Your task is to repeat the entries exactly from their first line through the line with "netlist: string;", and to stop there.

[Stored data entries]
=== Section Start ===

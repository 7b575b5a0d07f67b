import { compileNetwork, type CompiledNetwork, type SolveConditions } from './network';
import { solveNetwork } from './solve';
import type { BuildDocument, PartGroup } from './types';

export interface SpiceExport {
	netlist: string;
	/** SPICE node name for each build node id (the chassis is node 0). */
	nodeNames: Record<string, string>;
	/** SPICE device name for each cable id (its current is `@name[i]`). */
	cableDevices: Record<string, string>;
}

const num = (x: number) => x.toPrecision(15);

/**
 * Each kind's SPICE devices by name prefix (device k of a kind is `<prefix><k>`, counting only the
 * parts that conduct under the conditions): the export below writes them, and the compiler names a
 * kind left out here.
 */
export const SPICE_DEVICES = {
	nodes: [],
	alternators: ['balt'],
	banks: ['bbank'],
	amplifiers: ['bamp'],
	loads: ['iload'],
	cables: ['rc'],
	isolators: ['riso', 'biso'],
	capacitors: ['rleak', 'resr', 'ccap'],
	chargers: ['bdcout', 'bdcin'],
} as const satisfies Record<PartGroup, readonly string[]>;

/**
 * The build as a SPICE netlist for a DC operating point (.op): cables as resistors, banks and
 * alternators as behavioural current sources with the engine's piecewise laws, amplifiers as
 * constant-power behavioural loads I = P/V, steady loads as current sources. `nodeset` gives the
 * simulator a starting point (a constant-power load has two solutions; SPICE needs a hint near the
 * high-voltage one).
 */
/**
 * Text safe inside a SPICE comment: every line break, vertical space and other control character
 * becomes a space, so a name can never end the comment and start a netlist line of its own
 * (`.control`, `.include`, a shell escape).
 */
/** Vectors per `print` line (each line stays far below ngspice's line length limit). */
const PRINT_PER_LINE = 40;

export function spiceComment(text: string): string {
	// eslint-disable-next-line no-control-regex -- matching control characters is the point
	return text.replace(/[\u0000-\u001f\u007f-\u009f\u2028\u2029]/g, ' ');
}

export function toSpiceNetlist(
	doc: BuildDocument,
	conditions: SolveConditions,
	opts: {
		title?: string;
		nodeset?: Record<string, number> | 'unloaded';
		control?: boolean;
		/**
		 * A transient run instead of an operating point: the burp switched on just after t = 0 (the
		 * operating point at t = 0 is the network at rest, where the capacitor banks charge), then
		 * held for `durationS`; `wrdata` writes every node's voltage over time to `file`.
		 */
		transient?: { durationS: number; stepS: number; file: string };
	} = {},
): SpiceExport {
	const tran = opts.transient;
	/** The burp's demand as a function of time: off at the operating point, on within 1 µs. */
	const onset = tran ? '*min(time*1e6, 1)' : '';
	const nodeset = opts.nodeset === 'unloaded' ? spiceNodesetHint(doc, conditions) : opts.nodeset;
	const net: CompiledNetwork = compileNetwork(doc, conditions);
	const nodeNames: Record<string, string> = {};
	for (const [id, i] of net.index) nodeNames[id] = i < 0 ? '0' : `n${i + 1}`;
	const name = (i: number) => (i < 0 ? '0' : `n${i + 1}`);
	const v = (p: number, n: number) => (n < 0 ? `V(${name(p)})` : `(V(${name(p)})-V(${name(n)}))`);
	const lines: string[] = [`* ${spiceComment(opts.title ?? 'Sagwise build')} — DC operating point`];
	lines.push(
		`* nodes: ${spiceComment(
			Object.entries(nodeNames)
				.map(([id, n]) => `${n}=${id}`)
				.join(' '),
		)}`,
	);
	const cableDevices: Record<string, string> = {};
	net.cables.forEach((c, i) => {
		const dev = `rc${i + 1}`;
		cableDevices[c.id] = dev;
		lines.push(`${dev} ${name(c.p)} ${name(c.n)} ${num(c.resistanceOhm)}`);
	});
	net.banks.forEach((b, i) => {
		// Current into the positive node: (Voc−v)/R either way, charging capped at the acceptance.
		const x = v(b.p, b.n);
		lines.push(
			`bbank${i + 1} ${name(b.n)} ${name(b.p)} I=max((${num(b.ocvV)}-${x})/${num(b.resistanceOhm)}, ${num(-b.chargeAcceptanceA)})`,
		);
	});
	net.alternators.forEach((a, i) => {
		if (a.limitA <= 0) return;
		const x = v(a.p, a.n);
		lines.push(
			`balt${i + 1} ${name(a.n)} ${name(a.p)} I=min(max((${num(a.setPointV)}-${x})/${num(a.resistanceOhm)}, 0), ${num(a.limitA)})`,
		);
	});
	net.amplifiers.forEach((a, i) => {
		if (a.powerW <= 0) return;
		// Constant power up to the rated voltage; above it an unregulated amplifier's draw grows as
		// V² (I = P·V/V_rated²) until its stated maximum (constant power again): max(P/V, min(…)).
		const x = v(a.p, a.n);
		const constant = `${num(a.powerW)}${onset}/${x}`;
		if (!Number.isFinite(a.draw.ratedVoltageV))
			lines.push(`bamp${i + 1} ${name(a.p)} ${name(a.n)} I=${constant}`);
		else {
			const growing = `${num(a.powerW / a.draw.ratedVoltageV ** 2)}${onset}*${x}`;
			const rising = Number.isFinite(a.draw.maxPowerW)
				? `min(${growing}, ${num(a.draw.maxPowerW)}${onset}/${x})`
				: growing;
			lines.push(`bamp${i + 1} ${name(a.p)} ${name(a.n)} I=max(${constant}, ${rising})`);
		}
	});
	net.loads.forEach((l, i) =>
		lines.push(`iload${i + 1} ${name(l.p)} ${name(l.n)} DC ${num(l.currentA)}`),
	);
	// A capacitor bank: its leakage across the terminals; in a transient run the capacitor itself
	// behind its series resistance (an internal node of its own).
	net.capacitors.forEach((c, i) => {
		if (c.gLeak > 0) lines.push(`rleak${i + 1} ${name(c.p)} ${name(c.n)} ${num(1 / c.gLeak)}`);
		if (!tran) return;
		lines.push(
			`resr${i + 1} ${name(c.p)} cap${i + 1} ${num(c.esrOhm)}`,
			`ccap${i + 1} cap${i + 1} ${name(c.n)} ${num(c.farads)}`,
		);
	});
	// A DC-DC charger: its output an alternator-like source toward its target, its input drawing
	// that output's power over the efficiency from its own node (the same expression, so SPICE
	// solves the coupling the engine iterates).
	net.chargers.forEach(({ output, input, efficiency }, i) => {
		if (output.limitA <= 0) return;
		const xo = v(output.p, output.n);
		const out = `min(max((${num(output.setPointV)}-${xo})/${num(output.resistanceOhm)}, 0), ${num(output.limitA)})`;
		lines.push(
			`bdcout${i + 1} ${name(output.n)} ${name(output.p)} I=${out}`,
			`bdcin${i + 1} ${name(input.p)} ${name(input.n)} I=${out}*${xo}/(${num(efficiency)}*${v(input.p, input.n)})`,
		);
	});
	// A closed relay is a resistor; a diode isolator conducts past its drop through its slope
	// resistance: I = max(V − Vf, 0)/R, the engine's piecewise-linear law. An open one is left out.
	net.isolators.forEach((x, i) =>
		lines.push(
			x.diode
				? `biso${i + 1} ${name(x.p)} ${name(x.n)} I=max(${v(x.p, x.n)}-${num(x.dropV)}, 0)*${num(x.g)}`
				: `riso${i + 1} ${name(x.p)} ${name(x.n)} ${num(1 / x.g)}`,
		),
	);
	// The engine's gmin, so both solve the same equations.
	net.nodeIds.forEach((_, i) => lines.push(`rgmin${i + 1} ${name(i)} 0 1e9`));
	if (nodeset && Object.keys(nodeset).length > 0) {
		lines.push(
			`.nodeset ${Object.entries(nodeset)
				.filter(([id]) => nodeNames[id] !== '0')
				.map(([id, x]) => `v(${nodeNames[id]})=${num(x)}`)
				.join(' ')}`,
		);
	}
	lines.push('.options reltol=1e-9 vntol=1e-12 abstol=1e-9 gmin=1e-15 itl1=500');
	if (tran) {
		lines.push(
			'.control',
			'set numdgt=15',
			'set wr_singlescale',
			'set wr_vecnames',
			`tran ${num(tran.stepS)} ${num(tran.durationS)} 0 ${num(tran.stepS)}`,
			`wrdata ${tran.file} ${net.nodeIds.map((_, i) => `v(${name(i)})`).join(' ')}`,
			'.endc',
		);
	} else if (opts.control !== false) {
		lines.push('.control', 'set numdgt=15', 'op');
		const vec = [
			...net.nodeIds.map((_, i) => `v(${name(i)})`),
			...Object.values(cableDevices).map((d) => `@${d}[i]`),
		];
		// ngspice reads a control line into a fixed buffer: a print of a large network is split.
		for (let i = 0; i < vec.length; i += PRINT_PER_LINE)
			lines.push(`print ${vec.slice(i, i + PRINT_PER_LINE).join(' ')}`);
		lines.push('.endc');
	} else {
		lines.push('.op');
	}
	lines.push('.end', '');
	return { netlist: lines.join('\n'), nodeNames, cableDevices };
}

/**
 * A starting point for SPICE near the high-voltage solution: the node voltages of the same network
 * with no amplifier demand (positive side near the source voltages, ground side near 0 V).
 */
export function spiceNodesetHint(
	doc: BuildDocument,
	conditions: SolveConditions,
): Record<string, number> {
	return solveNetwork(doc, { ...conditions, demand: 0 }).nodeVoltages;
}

=== Section End ===

Your solution ->
repository 7b575b5a0d07f67b
import { compileNetwork, type CompiledNetwork, type SolveConditions } from './network';
import { solveNetwork } from './solve';
import type { BuildDocument, PartGroup } from './types';

export interface SpiceExport {
	netlist: string;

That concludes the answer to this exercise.